Fu figlio terzogenito di Amedeo, originario di Sardagna e maresciallo maggiore della gendarmeria locale, e di Maria Morandini, di Predazzo. Il fratello maggiore di dodici anni era Alcide De Gasperi, il secondo era Mario, seminarista, morto nel 1906, e una sorella.[1]

Nato in Trentino quando ancora faceva parte dell'Impero austro-ungarico, da studente universitario a Vienna, fu inviato sul fronte orientale come gli altri italiani sudditi austriaci e combatté in Galizia nella prima guerra mondiale con il Terzo Reggimento dei Kaiserjäger, i “cacciatori imperiali” austro-ungarici.[2][3].

Insieme al geografo Luigi Visintin e al glottologo Carlo Battisti fu per un certo periodo prigioniero a Kirsanov.[4]

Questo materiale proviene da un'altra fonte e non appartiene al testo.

# SPDX-License-Identifier: Apache-2.0
# Install, move, build outside programs, run them and the installed command.
cmake_minimum_required(VERSION 3.22)

function(step NAME)
  execute_process(COMMAND ${ARGN} RESULT_VARIABLE result OUTPUT_VARIABLE output ERROR_VARIABLE output)
  if(NOT result EQUAL 0)
    message(FATAL_ERROR "${NAME} failed (${result}):\n${output}")
  endif()
  message(STATUS "${NAME}: fine")
  set(output "${output}" PARENT_SCOPE)
endfunction()

file(REMOVE_RECURSE ${WORK}/prefix ${WORK}/moved ${WORK}/outside ${WORK}/levels_only)
step("install" ${CMAKE_COMMAND} --install ${BUILD} --prefix ${WORK}/prefix)
file(RENAME ${WORK}/prefix ${WORK}/moved)  # an installed package does not know where it was installed

# No path of the build or of the checkout may have got into the package.
file(GLOB_RECURSE package ${WORK}/moved/*.cmake)
get_filename_component(checkout ${HERE}/../.. ABSOLUTE)
foreach(file IN LISTS package)
  file(STRINGS ${file} lines)
  foreach(line IN LISTS lines)
    string(FIND "${line}" "${BUILD}" at_build)
    string(FIND "${line}" "${checkout}" at_checkout)
    if(NOT at_build EQUAL -1 OR NOT at_checkout EQUAL -1)
      message(FATAL_ERROR "${file} holds a path of the build:\n${line}")
    endif()
  endforeach()
endforeach()

set(flags "")
if(SANITIZE)  # the archives need the run-time library of the sanitizers
  set(flags -DCMAKE_CXX_FLAGS=-fsanitize=address,undefined)
endif()
foreach(program outside levels_only)
  step("configure ${program}" ${CMAKE_COMMAND} -G ${GENERATOR} -S ${HERE}/${program} -B ${WORK}/${program}
       -DCMAKE_PREFIX_PATH=${WORK}/moved -DCMAKE_BUILD_TYPE=Release ${flags})
  step("build ${program}" ${CMAKE_COMMAND} --build ${WORK}/${program})
  step("run ${program}" ${WORK}/${program}/program)
  message(STATUS "${output}")
endforeach()

# What the levels need is found, and nothing beyond.
file(STRINGS ${WORK}/levels_only/CMakeCache.txt beyond REGEX "^(HDF5|TBB|nlohmann)")
if(beyond)
  message(FATAL_ERROR "find_package(wellwright COMPONENTS levels) looked for more than the levels need:\n${beyond}")
endif()

# The command needs no file beside it: it runs from the moved folder with an empty environment.
step("installed command" env -i ${WORK}/moved/bin/wellwright --version)
if(NOT output STREQUAL "wellwright ${VERSION}\n")
  message(FATAL_ERROR "wellwright --version says: ${output}")
endif()
step("installed table" env -i ${WORK}/moved/bin/wellwright materials GaAs)
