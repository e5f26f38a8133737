// SPDX-License-Identifier: Apache-2.0
// Run at build time: reads materials/*.yaml and writes them as code, so that a run parses no table.
// Usage: generate OUT.cpp FILE.yaml...
#include <fmt/format.h>

#include <fstream>
#include <iostream>

#include "materials/raw_table.hpp"

namespace {

using namespace wellwright;

std::string literal(std::string_view text) {
  std::string out = "\"";
  for (const char c : text) {
    if (c == '"' || c == '\\') out += '\\';
    out += c;
  }
  return out + '"';
}

// FNV-1a over all files, so that a result names the table it was made with.
std::string hash_of(const std::vector<std::string>& texts) {
  std::uint64_t hash = 1469598103934665603ull;
  for (const std::string& text : texts)
    for (const char c : text) hash = (hash ^ static_cast<unsigned char>(c)) * 1099511628211ull;
  return fmt::format("{:016x}", hash);
}

std::string code_of(const OwnedTable& table, const std::string& hash) {
  std::string out =
      "// Generated from materials/*.yaml at build; edit those.\n#include \"materials/raw_table.hpp\"\n\n"
      "namespace wellwright {\nnamespace {\n\nconstexpr RawBinary binaries[] = {\n";
  constexpr const char* structures[] = {"zinc_blende", "wurtzite", "diamond"};
  for (const RawBinary& b : table.binaries)
    out += fmt::format("    {{{}, Structure::{}}},\n", literal(b.name),
                       structures[static_cast<int>(b.structure)]);
  out += "};\n\nconstexpr RawAlloy alloys[] = {\n";
  for (const RawAlloy& a : table.alloys)
    out += fmt::format("    {{{}, {}, {}, {}}},\n", literal(a.name), a.from, a.to, literal(a.range));
  out += "};\n\nconstexpr RawValue values[] = {\n";
  for (const RawValue& v : table.values)
    out += fmt::format(
        "    {{{}, {}, {}, P::{}, {}, {}, {{{:.17g}, {:.17g}, {:.17g}}}, {}, {}, {}, {}, {}}},\n", v.of_alloy,
        v.owner, literal(v.variant), parameter_table[static_cast<std::size_t>(v.parameter)].key, v.difference,
        v.terms, v.c[0], v.c[1], v.c[2], literal(v.source), literal(v.range), literal(v.note),
        literal(v.trust), v.recalled);
  out += "};\n\nconstexpr RawSource sources[] = {\n";
  for (const RawSource& s : table.sources)
    out += fmt::format("    {{{}, {}}},\n", literal(s.key), literal(s.text));
  out += "};\n\nconstexpr RawError errors[] = {\n";
  for (const RawError& e : table.errors)
    out += fmt::format("    {{{}, {:.17g}, {}, {}}},\n", literal(e.quantity_class), e.value, literal(e.unit),
                       literal(e.source));
  out += fmt::format(
      "}};\n\n}}  // namespace\n\nconst RawTable shipped_table{{binaries, alloys, values, sources, errors, "
      "{}}};\n\n"
      "}}  // namespace wellwright\n",
      literal(hash));
  return out;
}

}  // namespace

int main(int argc, char** argv) {
  try {
    std::vector<std::string> texts;
    std::vector<Node> roots;
    for (int i = 2; i < argc; ++i) {
      texts.push_back(read_file(argv[i]));
      roots.push_back(read_yaml(texts.back(), argv[i]));
    }
    OwnedTable table;
    read_tables(roots, table);
    std::ofstream(argv[1]) << code_of(table, hash_of(texts));
    return 0;
  } catch (const std::exception& error) {
    std::cerr << error.what() << '\n';
    return 1;
  }
}
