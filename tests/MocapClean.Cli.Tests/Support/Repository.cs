namespace MocapClean.Cli.Tests.Support;

/// <summary>The checkout that the tests were built from.</summary>
internal static class Repository
{
    public static string Root { get; } = Find(AppContext.BaseDirectory);

    public static string Path(string relative) => System.IO.Path.Combine(Root, relative);

    private static string Find(string folder) => File.Exists(System.IO.Path.Combine(folder, "MocapClean.sln"))
        ? folder
        : Find(System.IO.Path.GetDirectoryName(System.IO.Path.TrimEndingDirectorySeparator(folder))
            ?? throw new DirectoryNotFoundException("no MocapClean.sln above the tests"));
}
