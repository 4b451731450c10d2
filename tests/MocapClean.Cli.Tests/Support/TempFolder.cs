namespace MocapClean.Cli.Tests.Support;

/// <summary>A folder of its own for a test, gone afterwards.</summary>
internal sealed class TempFolder : IDisposable
{
    public string Path { get; } = Directory.CreateTempSubdirectory("mocapclean-test-").FullName;

    public string this[string relative] => System.IO.Path.Combine(Path, relative);

    /// <summary>Writes a text file and returns its path.</summary>
    public string Put(string relative, string text = "x") => Put(relative, System.Text.Encoding.UTF8.GetBytes(text));

    /// <summary>Writes a file and returns its path.</summary>
    public string Put(string relative, byte[] bytes)
    {
        var path = this[relative];
        Directory.CreateDirectory(System.IO.Path.GetDirectoryName(path)!);
        File.WriteAllBytes(path, bytes);
        return path;
    }

    /// <summary>Relative path and content of every file below a folder, but for those in <c>log</c>.</summary>
    public SortedDictionary<string, byte[]> Content(string folder)
    {
        var root = this[folder];
        var files = Directory.EnumerateFiles(root, "*", SearchOption.AllDirectories)
            .Select(f => (Name: System.IO.Path.GetRelativePath(root, f), File: f)).Where(f => !f.Name.StartsWith("log", StringComparison.Ordinal));
        return new(files.ToDictionary(f => f.Name, f => File.ReadAllBytes(f.File), StringComparer.Ordinal), StringComparer.Ordinal);
    }

    public void Dispose() => Directory.Delete(Path, recursive: true);
}
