// Requests that are wrong: exit code 2, the place and what to try, and nothing
// left behind.
func TestWrongRequests(t *testing.T) {
	dir := t.TempDir()
	write := func(name, text string) {
		t.Helper()
		if err := os.WriteFile(filepath.Join(dir, name), []byte(text), 0o666); err != nil {
			t.Fatal(err)
		}
	}
	_, good, _ := call(t, dir, "scenarios", "show", "volcanic-cycle")
	write("two.toml", strings.Replace(strings.Replace(good, `radius = "1790 km"`, "radius = 1790", 1), "mass   = ", "mas    = ", 1))
	write("empty.toml", "")
	write("binary.toml", "\x7fELF\x00\x01")
	write("file", "not a directory")
	write("huge.toml", strings.Repeat("# a comment that makes the file huge\n", 3<<20))
	write("taken.png", "somebody's picture")
	write("late.toml", good+"\n[[observed]]\nbody = \"Cinder\"\ncolumn = \"surface_loss\"\nvalue = 1e14\nerror = 1e13\n")
	before := listing(t, dir)
	for _, c := range []struct {
		args string
		want []string
	}{
		{"evolve two.toml", []string{"two.toml:21: orbiter.Cinder.radius: ", `"1790 km"`, "two.toml:14: central.mas", "mass"}},
		{"evolve empty.toml", []string{"empty.toml"}},
		{"evolve binary.toml", []string{"binary.toml"}},
		{"evolve huge.toml", []string{"huge.toml", "larger than"}},
		{"evolve missing.toml", []string{"missing.toml"}},
		{"evolve vulcanic-cycle", []string{"did you mean volcanic-cycle?"}},
		{"evolve", []string{"which scenario"}},
		{"evolve volcanic-cycle quiet-chain", []string{"arg"}},
		{"evolve volcanic-cycle --out file", []string{"file", "choose another"}},
		{"evolve volcanic-cycle --out file/below", []string{"file"}},
		{"evolve volcanic-cycle --out .", []string{"never overwritten", "choose another"}},
		{"evolve volcanic-cycle --out new/deep/out --figure nowhere/x.png", []string{"nowhere", "create it first"}},
		{"evolve late.toml --out new/deep/out", []string{"surface_loss", "surface_loss_W"}},
		{"evolve volcanic-cycle --figure taken.png", []string{"taken.png", "--replace"}},
		{"evolve volcanic-cycle --figure x.jpg", []string{"x.jpg", ".png"}},
		{"evolve volcanic-cycle --set run.span=1500", []string{"--set run.span", "unit"}},
		{"evolve volcanic-cycle --set run.spam=1", []string{"run.spam", "did you mean span?"}},
		{"evolve volcanic-cycle --set nonsense", []string{"PATH=VALUE"}},
		{"evolve volcanic-cycle --unset chain.inner.offset", []string{"chain.inner", "offset"}},
		{"evolve --from nowhere", []string{"nowhere"}},
		{"evolve --nonsense", []string{"--nonsense"}},
		{"nonsense", []string{"nonsense"}},
		{"survey volcanic-cycle --displacement 50", []string{"--displacement 50", "unit"}},
		{"figure nowhere", []string{"nowhere"}},
		{"scenarios check two.toml empty.toml", []string{"two.toml:21", "empty.toml"}},
		{"scenarios keys zzz", []string{"zzz"}},
	} {
		code, out, errs := call(t, dir, strings.Fields(c.args)...)
		if code != 2 {
			t.Errorf("%s: exit %d, want 2 (%s%s)", c.args, code, out, errs)
		}
		for _, want := range c.want {
			if !strings.Contains(errs, want) {
				t.Errorf("%s: the message lacks %q:\n%s", c.args, want, errs)
			}
		}
		if strings.Contains(errs, "goroutine") {
			t.Errorf("%s: panics:\n%s", c.args, errs)
		}
		if now := listing(t, dir); now != before {
			t.Fatalf("%s: leaves %s, there was %s", c.args, now, before)
		}
	}
}
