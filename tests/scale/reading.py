"""What a browser and a script see of an answer: the way to the next page, and all that has to be fetched."""

from __future__ import annotations

import html
import re
from collections.abc import Iterator
from pathlib import Path
from typing import Any

from django.contrib.staticfiles import finders

LINKED = re.compile(r"""(?:<script src|<link rel="stylesheet" href)="/static/([^"]+)\"""")
IMPORTED = re.compile(r"""(?:from|import)\s*\(?["'](\./[^"']+|\.\./[^"']+)["']""")


def next_page(address: str, response: Any) -> str | None:
    """The address of the page after this one: the first link 'After', or the header."""
    if response.headers.get("Content-Type", "").startswith("text/html"):
        found = re.search(r'<a rel="next" href="([^"#]*)', response.content.decode())
        return address.partition("?")[0] + html.unescape(found[1]) if found else None
    found = re.search(r'<([^>]*)>; rel="next"', response.headers.get("Link", ""))
    return found[1] if found else None


def bytes_of_first_visit(response: Any) -> int:
    """The page with its styles and scripts, and what those import; nothing is compressed or known already."""
    files = set(_files(response.content.decode()))
    return len(response.content) + sum(file.stat().st_size for file in files)


def _files(page: str) -> Iterator[Path]:
    waiting = [Path(str(finders.find(name))) for name in LINKED.findall(page)]
    seen: set[Path] = set()
    while waiting:
        file = waiting.pop().resolve()
        if file in seen:
            continue
        seen.add(file)
        yield file
        if file.suffix == ".js":
            waiting.extend(file.parent / name for name in IMPORTED.findall(file.read_text()))
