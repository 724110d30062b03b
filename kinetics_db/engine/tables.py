"""Tables of numbers with named, unit-carrying columns, and their canonical bytes.

The bytes are a canonical JSON header (RFC 8785), a newline, and the values as little-endian float64 in
row-major order. Equal tables have equal bytes on every platform; missing values are NaN with one fixed
bit pattern; -0.0 is written as 0.0.
"""

from __future__ import annotations

import json
from collections.abc import Sequence
from dataclasses import dataclass

import numpy as np
from numpy.typing import NDArray

from kinetics_db.engine.canonical import canonical_json
from kinetics_db.errors import InvalidInput

FORMAT = "ratewright/table/1"
MAX_VALUES = 50_000_000


@dataclass(frozen=True)
class Column:
    """One column. ``quantity`` is 'time', 'signal', 'concentration' or 'standard uncertainty'.

    For 'standard uncertainty' the ``name`` is that of the column it belongs to. ``unit`` is a unit of
    `kinetics_db.engine.units` or '' for a pure number.
    """

    name: str
    unit: str
    quantity: str


@dataclass(frozen=True, eq=False)
class Table:
    """Named columns over a 2-D array.

    Attributes
    ----------
    columns : tuple of Column, length m; (name, quantity) pairs are unique
    values : ndarray, shape (n, m), float64, read-only; NaN is 'missing', infinities are refused
    """

    columns: tuple[Column, ...]
    values: NDArray[np.float64]

    def __post_init__(self) -> None:
        values = np.array(self.values, dtype=np.float64, order="C", copy=True)
        if values.ndim != 2 or values.shape[1] != len(self.columns):
            raise InvalidInput(
                f"a table with {len(self.columns)} columns got values of shape {values.shape}",
                cure="one value per row and column",
            )
        if values.size > MAX_VALUES:
            raise InvalidInput(
                f"a table of {values.size} values is too large", cure=f"at most {MAX_VALUES} values"
            )
        if np.isinf(values).any():
            row, col = np.argwhere(np.isinf(values))[0]
            raise InvalidInput(
                f"infinite value in row {row + 1} of column '{self.columns[col].name}'",
                cure="finite or missing",
            )
        keys = [(c.name, c.quantity) for c in self.columns]
        if len(set(keys)) != len(keys):
            double = next(k for k in keys if keys.count(k) > 1)
            raise InvalidInput(f"column '{double[0]}' ({double[1]}) stands twice", cure="unique column names")
        values[np.isnan(values)] = np.nan  # one bit pattern for 'missing'
        values += 0.0  # -0.0 -> 0.0
        values.setflags(write=False)
        object.__setattr__(self, "values", values)

    def __eq__(self, other: object) -> bool:
        return isinstance(other, Table) and self.to_bytes() == other.to_bytes()

    __hash__ = None  # type: ignore[assignment]

    @property
    def rows(self) -> int:
        return int(self.values.shape[0])

    def names(self, quantity: str) -> tuple[str, ...]:
        """Names of the columns of that quantity, in order."""
        return tuple(c.name for c in self.columns if c.quantity == quantity)

    def index(self, name: str, quantity: str) -> int:
        """Position of a column; KeyError when absent."""
        for i, column in enumerate(self.columns):
            if (column.name, column.quantity) == (name, quantity):
                return i
        raise KeyError((name, quantity))

    def column(self, name: str, quantity: str) -> NDArray[np.float64]:
        """Values of one column, shape (n,); KeyError when absent."""
        return self.values[:, self.index(name, quantity)]

    @property
    def times(self) -> NDArray[np.float64]:
        """The (only) time column, shape (n,), in that column's unit."""
        return self.column(self.names("time")[0], "time")

    def to_bytes(self) -> bytes:
        """Canonical bytes; equal tables give equal bytes."""
        header = canonical_json(
            {
                "format": FORMAT,
                "rows": self.rows,
                "columns": [{"name": c.name, "quantity": c.quantity, "unit": c.unit} for c in self.columns],
            }
        )
        return header + b"\n" + self.values.astype("<f8").tobytes(order="C")

    @classmethod
    def from_bytes(cls, data: bytes) -> Table:
        """Inverse of `to_bytes`; InvalidInput when the bytes are not such a table."""
        try:
            head, _, body = data.partition(b"\n")
            header = json.loads(head)
            if header["format"] != FORMAT:
                raise ValueError(header["format"])
            columns = tuple(Column(c["name"], c["unit"], c["quantity"]) for c in header["columns"])
            values = np.frombuffer(body, dtype="<f8").reshape(int(header["rows"]), len(columns))
        except (ValueError, KeyError, TypeError) as error:
            raise InvalidInput(f"not a stored table: {error}") from error
        return cls(columns, values.astype(np.float64))


def table(columns: Sequence[tuple[str, str, str]], values: object) -> Table:
    """Short form: ``table([("t", "s", "time"), ...], rows)``."""
    return Table(tuple(Column(*c) for c in columns), np.asarray(values, dtype=np.float64))
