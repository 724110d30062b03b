"""Every page and every endpoint by name: which are lists, which have a bound of their own, which are neither."""

from __future__ import annotations

from collections.abc import Mapping

MOST_QUERIES = 5
"""Of a list: who asks, the project with the role, the rows, and what belongs to them."""

PAGE_LISTS = ("runs", "materials", "mechanisms", "datasets", "fits", "members", "tokens")
PAGES_WITH_A_BOUND: Mapping[str, int] = {"home": 5, "project": 16, "evidence": 8, "under-way": 3}
OTHER_PAGES = frozenset(
    """
    login logout search account withdraw-token new-project run-amounts new-run run revise-run seal-run runs-csv
    new-compound new-lot new-stock new-file file signals signals-csv reduce table table-csv supersede-table
    new-mechanism check-mechanism version new-dataset dataset dataset-csv new-fit fit fit-progress
    fit-residuals-csv fit-constants-csv fit-run stop-fit retry-fit evidence-csv
    """.split()
)
"""One record, a form, a file, something that is done; tests/scale says of each how large it is."""

ENDPOINT_LISTS: Mapping[str, str] = {
    "projects": "",
    "members": "",
    "compounds": "",
    "lots": "",
    "stocks": "",
    "runs": "",
    "run-revisions": "",
    "run-files": "",
    "run-tables": "",
    "mechanisms": "project=big",
    "versions": "",
    "datasets": "project=big",
    "fits": "project=big",
    "tokens": "",
}
"""With what the address needs after its question mark."""
ENDPOINTS_WITH_A_BOUND: Mapping[str, tuple[str, int]] = {"evidence": ("project=big", 8)}
OTHER_ENDPOINTS = frozenset(
    """
    health elsewhere schema docs project member run run-revision run-explanations seal-run file file-content
    signals signal-numbers table table-numbers supersede-table check-mechanism version simulate dataset
    dataset-table propose-fit fit fit-curves fit-evidence stop-fit retry-fit withdraw-token
    """.split()
)
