"""How several fitted models compare on the same data; the evidence on each run is in `run_evidence`."""

from __future__ import annotations

import math
from collections.abc import Mapping, Sequence
from dataclasses import dataclass

import numpy as np
from scipy import stats

from kinetics_db.engine.fitting.outcome import FitOutcome
from kinetics_db.engine.run_evidence import ObservableEvidence as ObservableEvidence
from kinetics_db.engine.run_evidence import RunEvidence as RunEvidence
from kinetics_db.engine.run_evidence import Thresholds as Thresholds
from kinetics_db.engine.run_evidence import Verdict as Verdict
from kinetics_db.engine.run_evidence import evidence_of_runs as evidence_of_runs
from kinetics_db.errors import InvalidInput


@dataclass(frozen=True)
class ModelEvidence:
    """One fit as a whole.

    Attributes
    ----------
    n : points
    k : effective number of parameters, estimated sigmas included
    minus_two_log_likelihood : r' C^-1 r + ln det C
    sum_of_squared_pulls : over all parameters with a prior
    aicc : of -2 ln L and the squared pulls together; None when n <= k + 1 (see `why_no_aicc`)
    bic : of the same sum
    """

    n: int
    k: float
    minus_two_log_likelihood: float
    sum_of_squared_pulls: float
    aicc: float | None
    bic: float
    why_no_aicc: str = ""


@dataclass(frozen=True)
class Comparison:
    """Several fits of the same data.

    Attributes
    ----------
    evidence : by model name
    differences : AICc less the lowest AICc; None where a model has none or its fit did not converge
    weights : Akaike weights, or None with the reason in `why_no_weights`
    best : name of the model with the lowest AICc among the fits that converged, None without one
    """

    evidence: Mapping[str, ModelEvidence]
    differences: Mapping[str, float | None]
    weights: Mapping[str, float] | None
    best: str | None
    why_no_weights: str = ""


@dataclass(frozen=True)
class LikelihoodRatio:
    """Nested models: fall of -2 ln L and squared pulls together, the additional free parameters that it took,
    and the chance of as large a fall."""

    statistic: float
    degrees_of_freedom: int
    p: float


def effective_parameters(fit: FitOutcome) -> float:
    """Number of parameters that the data were asked for, estimated sigmas included.

    A parameter without a prior counts one. One with a prior counts the share that the data determine,
    1 - variance / prior variance on the fitted scale, so that the sum is the trace of (J'J + P)^-1 J'J over
    them; nothing when the data do not touch it.
    """
    total = float(fit.n_estimated_sigmas)
    for i, precision in enumerate(fit.prior_precision):
        if precision == 0.0 or not np.isfinite(fit.covariance[i, i]):
            total += 1.0
        else:
            total += min(max(1.0 - float(precision * fit.covariance[i, i]), 0.0), 1.0)
    return total


def sum_of_squared_pulls(fit: FitOutcome) -> float:
    """Sum of ((theta - mean) / sd)^2 over the parameters with a prior, on the fitted scale.

    It is what `minus_two_log_prior` holds beside the normalisation of the priors, which is the same for every
    model of the same causes of error.
    """
    precision = fit.prior_precision[fit.prior_precision > 0.0]
    return max(fit.minus_two_log_prior + float(np.sum(np.log(precision))), 0.0)


def _penalised(fit: FitOutcome) -> float:
    """-2 ln L and the squared pulls: a model pays for bending what was weighed."""
    return fit.minus_two_log_likelihood + sum_of_squared_pulls(fit)


def aicc(minus_two_log_likelihood: float, n: int, k: float) -> float | None:
    """Akaike's criterion with the correction for small samples (Hurvich & Tsai, Biometrika 76 (1989) 297).

    None when n <= k + 1. Constants that are equal for models of the same data may be left out of
    -2 ln L; n ln(RSS/n) is such a form for one fitted sigma.
    """
    if n <= k + 1:
        return None
    return minus_two_log_likelihood + 2.0 * k + 2.0 * k * (k + 1.0) / (n - k - 1.0)


def bic(minus_two_log_likelihood: float, n: int, k: float) -> float:
    """Bayesian information criterion, -2 ln L + k ln n (Schwarz, Ann. Statist. 6 (1978) 461)."""
    return minus_two_log_likelihood + k * math.log(n)


def akaike_weights(values: Sequence[float]) -> list[float]:
    """exp(-difference / 2), summing to one (Burnham & Anderson 2002)."""
    lowest = min(values)
    shares = [math.exp(-(value - lowest) / 2.0) for value in values]
    return [share / sum(shares) for share in shares]


def evidence_of_model(fit: FitOutcome) -> ModelEvidence:
    """AICc and BIC of a fit, of -2 ln L and the squared pulls together. InvalidInput without a result."""
    if not fit.experiments:
        raise InvalidInput(f"the fit has no result to judge: {fit.message}")
    k, n = effective_parameters(fit), fit.n_points
    penalised = _penalised(fit)
    value = aicc(penalised, n, k)
    why = "" if value is not None else f"{n} points are too few for {k:.3g} parameters"
    return ModelEvidence(
        n,
        k,
        fit.minus_two_log_likelihood,
        sum_of_squared_pulls(fit),
        value,
        bic(penalised, n, k),
        why,
    )


def compare(fits: Mapping[str, FitOutcome], thresholds: Thresholds | None = None) -> Comparison:
    """Models fitted to the same points with the same weights, side by side.

    A fit that did not converge is not ranked, and no Akaike weights are given then: its -2 ln L is not that of
    its model. None are given either when the residuals of the best model still run in one direction for too
    long (runs test), since -2 ln L then counts the same information more than once.

    Raises
    ------
    InvalidInput
        When the fits do not have the same data or error model, or one has no result.
    """
    if not fits:
        raise InvalidInput("there is no fit to compare")
    names = list(fits)
    evidence = {name: evidence_of_model(fit) for name, fit in fits.items()}
    for name in names[1:]:
        difference = _difference_of_data(fits[names[0]], fits[name])
        if difference:
            what = f"{names[0]} and {name} were not fitted to the same data: {difference}"
            raise InvalidInput(what, cure="fits of one dataset with one error model")
    unfinished = [name for name in names if fits[name].status != "converged"]
    known = {n: e.aicc for n, e in evidence.items() if e.aicc is not None and n not in unfinished}
    best = min(known, key=lambda name: known[name]) if known else None
    differences = {
        name: (known[name] - known[best] if best is not None and name in known else None) for name in names
    }
    reasons = [f"{name} is {fits[name].status}: {fits[name].message}" for name in unfinished]
    undefined = [name for name in names if evidence[name].aicc is None]
    if undefined:
        reasons.append(f"AICc is undefined for {', '.join(undefined)}")
    if reasons:
        return Comparison(evidence, differences, None, best, "; ".join(reasons))
    limits = thresholds or Thresholds()
    if best is not None and _autocorrelated(fits[best], limits):
        why = f"the residuals of {best} are correlated in time; compare by leaving runs out instead"
        return Comparison(evidence, differences, None, best, why)
    weights = dict(zip(known, akaike_weights(list(known.values())), strict=True))
    return Comparison(evidence, differences, weights, best)


def likelihood_ratio(
    full: FitOutcome, reduced: FitOutcome, *, constant_at_zero: bool = False
) -> LikelihoodRatio:
    """Chance of as large a fall of -2 ln L and squared pulls together if the reduced model were true (Wilks 1938).

    The degrees of freedom are the additional free parameters, those with a prior counted as any other. With one
    extra constant whose reduced value, zero, is the edge of its range, p is half as large
    (Self & Liang, J. Am. Statist. Assoc. 82 (1987) 605).

    Raises
    ------
    InvalidInput
        When the data differ, a fit did not converge, or the full model has no more parameters than the
        reduced one.
    """
    for which, fit in (("full", full), ("reduced", reduced)):
        if fit.status != "converged":
            raise InvalidInput(f"the fit of the {which} model is {fit.status}: {fit.message}")
    difference = _difference_of_data(full, reduced)
    if difference:
        raise InvalidInput(f"the models were not fitted to the same data: {difference}")
    freedom = len(full.parameters) - len(reduced.parameters)
    if freedom <= 0:
        raise InvalidInput("the full model has no more parameters than the reduced one")
    statistic = max(_penalised(reduced) - _penalised(full), 0.0)
    p = float(stats.chi2.sf(statistic, freedom))
    return LikelihoodRatio(statistic, freedom, p / 2.0 if constant_at_zero else p)


def _autocorrelated(fit: FitOutcome, limits: Thresholds) -> bool:
    return any(
        o.runs_p_adjusted is not None and o.runs_p_adjusted < limits.runs_p
        for run in evidence_of_runs(fit, limits)
        for o in run.observables
    )


def _difference_of_data(a: FitOutcome, b: FitOutcome) -> str:
    """What differs between the data of two fits, '' when nothing does."""
    if a.error_model != b.error_model:
        return f"error models {a.error_model!r} and {b.error_model!r}"
    runs = {e.name: e for e in a.experiments}
    if set(runs) != {e.name for e in b.experiments}:
        return "not the same runs"
    for other in b.experiments:
        mine = runs[other.name]
        if not np.array_equal(mine.times, other.times):
            return f"times of {other.name}"
        if not np.array_equal(mine.observed, other.observed, equal_nan=True):
            return f"values of {other.name}"
        if a.n_estimated_sigmas == 0 and not np.array_equal(mine.sigma, other.sigma, equal_nan=True):
            return f"standard uncertainties of {other.name}"
    return ""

Il 25 febbraio 1919 fu eletto vicepresidente del SAIT (Sindacato Agricolo e Industriale Trentino), un consorzio delle cooperative di consumo trentine creato nel 1899 da Emanuele Lanzerotti, e vi rimase fino al 6 novembre 1926, quando le squadre fasciste ne distrussero la sede. Nel 1940 gli fu offerto un lavoro alla Bizerba e si trasferì a Milano con la famiglia.

Nel 1943 iniziò la sua attività clandestina; rimase a Milano con la famiglia sotto falsi nomi e fu da sfollato a Borgomanero, ospite a Villa Bonola di Achille Marazza. [5]Fu fra i fondatori della Democrazia Cristiana novarese [6] e fece parte del CLNAI (Comitato Liberazione Nazionale Alta Italia) di cui fu uno dei responsabili nei giorni della Liberazione. Il 26 aprile 1945 fu uno dei firmatari del proclama della Liberazione insieme a Achille Marazza, Ferruccio Parri, Leo Valiani, Luigi Longo, Emilio Sereni, Giustino Arpesani, Filippo Jacini, Rodolfo Morandi e Sandro Pertini.

Nel 1945 fu eletto presidente dell'EICA, un consorzio di cooperative bianche con sede a Milano. Dal 1950 al 1963 fu presidente: della società Finanziaria Trentina; della Banca di Trento e Bolzano e delle Società Mobiliare e Immobiliare Agraria Trentina.

Dal 1944 al 1966 fu azionista, amministratore delegato e presidente della Editoriale San Marco, editrice de il Gazzettino [7].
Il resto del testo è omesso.